Bu araştırmada böyle bir duruma rastlanılmamıştır. Maksimum gerilmeler çekirdek
içerisinde meydana gelirken deformasyonlarda maksimum değerini alır. Yük transferi
çekirdekten kabuklara doğru gerçekleşmiştir.
Hidrolik kırılmayı önlemek için filtre zonlarının oluşturulması ve çekirdekte eğimli
memba ve mansap yüzlerinin teşkil edilmesi gereklidir.
5
Krette maksimum oturma 11-13 cm olarak hesaplanmıştır. Bu durumda, Justo’ya göre
sıkışmış kuru zeminlerde çatlak oluşum ihtimali vardır (1).
Gerilme ve deplasman değerleri çekirdek ile kabuk zonlarının birleştiği noktalarda
veya bölgelerde ve çekirdek hendeğinin üst köşe noktalarının kabuk zonuyla birleştiği
bölgelerde meydana gelmiştir. Geçmişte yapılan çalışmalarda bunu doğrulamaktadır. Fakat
farklı sonlu elemanlar analizlerinin farklı en kesit ve boyutlardaki farklı barajlar içinde
yapılması gerekir.
Analizlerde her zon için malzeme özellikleri sabit olarak alınmıştır.
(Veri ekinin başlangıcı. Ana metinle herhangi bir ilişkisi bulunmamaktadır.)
#: How many of a predicted band's sigmas the window reaches beyond it, when the band model puts a formula's bands
#: outside the class's usual window (e.g. [Ti(CO)6]2-, whose T1u band lies near 1750 cm-1).
WINDOW_SIGMAS = 4.0


def predicted_window(
    reporter_class: str, predictions: Sequence[Sequence[PredictedBand]], rules: RuleSet | None = None
) -> tuple[tuple[float, float], str]:
    """The window measured bands must lie in: the class's, reaching out to the band model's predictions.

    A formula whose bands the band model predicts outside the class's usual window (a highly charged
    carbonylate, a cationic carbonyl) keeps its measured bands: the window is widened to every predicted
    IR band ± :data:`WINDOW_SIGMAS` of its sigma, and the source says so.  Only the band model's own
    predictions widen it (bands with a sigma of their own); the generic constants never do.

    Parameters
    ----------
    reporter_class : str
    predictions : Sequence[Sequence[PredictedBand]]
        The IR-allowed predicted bands of every candidate.
    rules : RuleSet, optional

    Returns
    -------
    ((low, high), source)
    """
    (lo, hi), source = class_window(reporter_class, rules)
    bands = [b for p in predictions for b in p if not b.sigma_default]
    plo = min((b.wavenumber - WINDOW_SIGMAS * b.sigma for b in bands), default=lo)
    phi = max((b.wavenumber + WINDOW_SIGMAS * b.sigma for b in bands), default=hi)
    if plo >= lo and phi <= hi:
        return (lo, hi), source
    new = (max(min(lo, math.floor(plo)), WINDOW_LIMITS[0]), min(max(hi, math.ceil(phi)), WINDOW_LIMITS[1]))
    return new, (
        f"{source}; widened to the predicted bands of this formula ± {WINDOW_SIGMAS:g} σ, "
        f"since the band model puts some outside {lo:g}-{hi:g} cm-1"
    )


def check_window(
    values: Sequence[float], reporter_class: str, window: tuple[float, float], source: str, option: str
) -> None:
    """Refuse a measured band outside the class's window, with one line naming the band and the window.

    Parameters
    ----------
    values : Sequence[float]
        Measured wavenumbers (cm-1).
    reporter_class : str
    window : (low, high)
        cm-1.
    source : str
        Where the window comes from ('--window' when the user gave it).
    option : str
        The option the bands came from, for the message.

    Raises
    ------
    InputError
        For the first band outside the window.
    """
    lo, hi = window
    for v in values:
        if lo <= v <= hi:
            continue
        where = f"{option}: {v:g} cm-1 is outside the {reporter_class} window {lo:g}-{hi:g} cm-1 ({source})"
        if not WINDOW_LIMITS[0] <= v <= WINDOW_LIMITS[1]:
            raise InputError(
                where,
                f"check the value (a typing slip?): stretching bands lie within {WINDOW_LIMITS[0]:g}-"
                f"{WINDOW_LIMITS[1]:g} cm-1",
            )
        wide = f"{min(lo, math.floor(v / 50) * 50):g}:{max(hi, math.ceil(v / 50) * 50):g}"
        raise InputError(
            where,
            f"check the value (a typing slip?); if the band is real, widen the window on purpose, e.g. --window {wide}",
        )


# --------------------------------------------------------------------------
# the result


@frozen_dataclass
class Candidate:
    """One geometric isomer's agreement with the measured bands.

    ``predicted`` are the predicted bands (all species), ``shifted`` the same
    after the best common shift (``shift_cm1`` at the mean band, ``shift`` as
    Δk of every stretching constant in mdyn/Å, ``shift_z`` the shift the bands
    ask for in standard deviations of its expected spread); ``assignment``
    pairs measured bands with shifted predicted ones; ``unobserved`` lists the
    predicted IR bands not seen with the reason and probability; ``missing``
    are those a strong band would have shown (``excused`` the others, with
    the reason); ``problems`` counts missing bands and unexplained measured
    bands; ``probability`` is the candidate's share of the evidence (equal
    priors) and ``log_evidence`` its natural log; ``oc_angle`` the OC-M-CO
    angle read from a cis-dicarbonyl's intensity ratio; ``fit`` the full
    force-constant fit (kt = 2 kc) of the same assignment when the bands
    allow one, else ``fit_note`` says why not.
    """

    rank: int
    isomers: tuple[str, ...]
    point_group: str
    descriptor: str | None
    species: str | None
    predicted: tuple[Band, ...]
    shift: float
    rms: float
    max_residual: float
    #: (measured, band name, predicted after the shift, residual)
    assignment: tuple[tuple[float, str, float, float], ...]
    extra_measured: tuple[float, ...]
    missing: tuple[str, ...]
    excused: tuple[tuple[str, str], ...]
    problems: int
    fit: FitResult | None
    fit_note: str | None
    explanation: str
    #: mean |measured - predicted| relative intensity over the assigned bands (None: not given)
    intensity_misfit: float | None = None
    #: (measured, measured relative intensity, predicted relative intensity) per assigned band
    intensities: tuple[tuple[float, float, float], ...] = ()
    score: float = 0.0
    #: every predicted band after the common shift (what a plot of the candidate draws)
    shifted: tuple[Band, ...] = field(default=(), compare=False)
    probability: float = 0.0
    log_evidence: float = 0.0
    shift_cm1: float = 0.0
    shift_sigma: float = 0.0
    shift_z: float | None = None
    sigma_default: bool = True
    #: (band name, reason, probability of going unobserved)
    unobserved: tuple[tuple[str, str, float], ...] = ()
    modes: ModeSet | None = field(default=None, compare=False)
    #: (term, natural-log likelihood) of the best assignment
    terms: tuple[tuple[str, float], ...] = ()
    swapped: bool = False
    oc_angle: float | None = None
    assignments_scored: int = 0
    #: which model predicted the positions: 'additive' (the fitted ligand-effect model) or 'generic'
    band_model: str = "generic"
    #: ligands the band model has no parameters of its own for (their sigma is widened)
    fallbacks: tuple[str, ...] = ()
    #: what the band model says about this prediction (fallbacks, why the generic constants were used)
    model_notes: tuple[str, ...] = ()

    @property
    def ir_bands(self) -> tuple[Band, ...]:
        """The IR-allowed predicted bands (predicted-weak ones included)."""
        return tuple(b for b in self.predicted if (b.ir_allowed if b.ir_allowed is not None else b.ir_active))

    @property
    def ir_weak(self) -> int:
        """How many of them are predicted weak (bond-dipole intensity zero by symmetry)."""
        return self.modes.ir_weak if self.modes is not None else 0

    def _weak_band(self, b: Band) -> bool:
        return self.modes is not None and b.species in self.modes.weak_species

    def to_dict(self) -> dict[str, Any]:
        """The candidate's JSON object (rounded for byte-stable output)."""
        return {
            "rank": self.rank,
            "isomers": list(self.isomers),
            "point_group": self.point_group,
            "descriptor": self.descriptor,
            "species": self.species,
            "ir_count": len(self.ir_bands),
            "ir_predicted_weak": self.ir_weak,
            "predicted": [
                {
                    "band": b.name,
                    "wavenumber": round(b.wavenumber, 1),
                    "intensity": round(b.intensity, 4),
                    "species": b.species,
                    "predicted_weak": self._weak_band(b),
                }
                for b in self.ir_bands
            ],
            "shift_k": round(self.shift, 4),
            "shift_cm1": round(self.shift_cm1, 1),
            "shift_sigma_cm1": round(self.shift_sigma, 1),
            "shift_z": None if self.shift_z is None else round(self.shift_z, 2),
            "sigma_default": self.sigma_default,
            "band_model": self.band_model,
            "fallbacks": list(self.fallbacks),
            "model_notes": list(self.model_notes),
            "rms": round(self.rms, 2) if math.isfinite(self.rms) else None,
            "max_residual": round(self.max_residual, 1) if math.isfinite(self.max_residual) else None,
            "assignment": [
                {"measured": round(m, 1), "band": n, "predicted": round(p, 1), "residual": round(r, 1)}
                for m, n, p, r in self.assignment
            ],
            "assigned_out_of_order": self.swapped,
            "extra_measured": [round(x, 1) for x in self.extra_measured],
            "missing": list(self.missing),
            "excused": [{"band": b, "reason": r} for b, r in self.excused],
            "unobserved": [{"band": b, "reason": r, "probability": round(q, 4)} for b, r, q in self.unobserved],
            "count_problems": self.problems,
            "fit": None if self.fit is None else self.fit.to_dict(),
            "fit_note": self.fit_note,
            "intensity_misfit": None if self.intensity_misfit is None else round(self.intensity_misfit, 3),
            "intensities": [
                {"measured": round(m, 1), "measured_relative": round(a, 3), "predicted_relative": round(b, 3)}
                for m, a, b in self.intensities
            ],
            "oc_angle_deg": None if self.oc_angle is None else round(self.oc_angle, 1),
            "probability": round(self.probability, 4),
            "log_likelihood": {k: round(v, 3) for k, v in self.terms},
            "log_evidence": round(self.log_evidence, 3),
            "assignments_scored": self.assignments_scored,
            "score": round(self.score, 3),
            "explanation": self.explanation,
        }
Sap 90 ve sap 2000 programlarından elde edilen neticeleri karşılaştırırsak sap 2000
programından elde edilen neticelerin daha hassas ve gerçekçi olduğunu söyleyebiliriz. Zira
üç boyutlu analizler sap 2000 programıyla gerçekleştirilmiştir.
Temel üzerine etkiyen yükler emniyet gerilmesinin altındadır ve güvenlik faktörünü
temin eder.
Maksimum gerilmeler ve deplasmanlar hem x hem de y yönünde çekirdek hendeğinin
kabuk zonlarıyla birleştiği noktalarda, z yönünde ise krette gerçekleşmiştir. Olası bir
deprem anında en çok deplasmanın gerçekleşeceği bölgenin genel bir ifadeyle kret bölgesi
olduğunu söyleyebiliriz.
Çaldıran depremi spektrum değerlerinin uygulanması ile elde edilmiş deplasman
değerleri düşük gerçekleşmiştir. Bu nedenle elde edilen neticelere göre tehlikeli sonuçlara
varacak deplasman değerleri gerçekleşmemiştir.
Deformasyonları azaltmak için veya düşük oranlarda deformasyon elde etmek için
bazı prosedürler yapıya uygulanabilir. Bu yöntemler uygun kompaksiyon metotları ve
ekipmanları, oldukça yoğun malzeme elde etme, uygun malzemeyi uygun su içeriği ile
birlikte kullanmaktır.
6
Haznedeki su seviyesini maksimum su seviyesinin yarısına düşürmek sistem üzerinde
önemli bir etki yaratmamıştır. Bu durum gerilme ve deplasmanlar üzerinde önemli bir
çeşitliliğe, değişime neden olmamıştır.
Konglomera kayasının rijitliğinden dolayı temelde deplasman ve gerilme değerleri
sıfır olmuştur. Fakat az miktarda deplasman ve gerilme üç boyutlu hesaplamalarda kesit
kalınlığının 120 m alındığı durumda temelde gelişmiştir. Eğer temel sınır durumunda bir
değişiklik olursa veya eğer temel malzemesi kaya formasyonları içermezse, gerilme ve
deplasman değerlerinde de bir takım değişiklikler oluşabilecektir.
80.00 m
kabuk çekirdek kabuk 00.00
temel
Şekil 1: Maksimum deplasman ve gerilmelerin meydana geldiği bölgeler.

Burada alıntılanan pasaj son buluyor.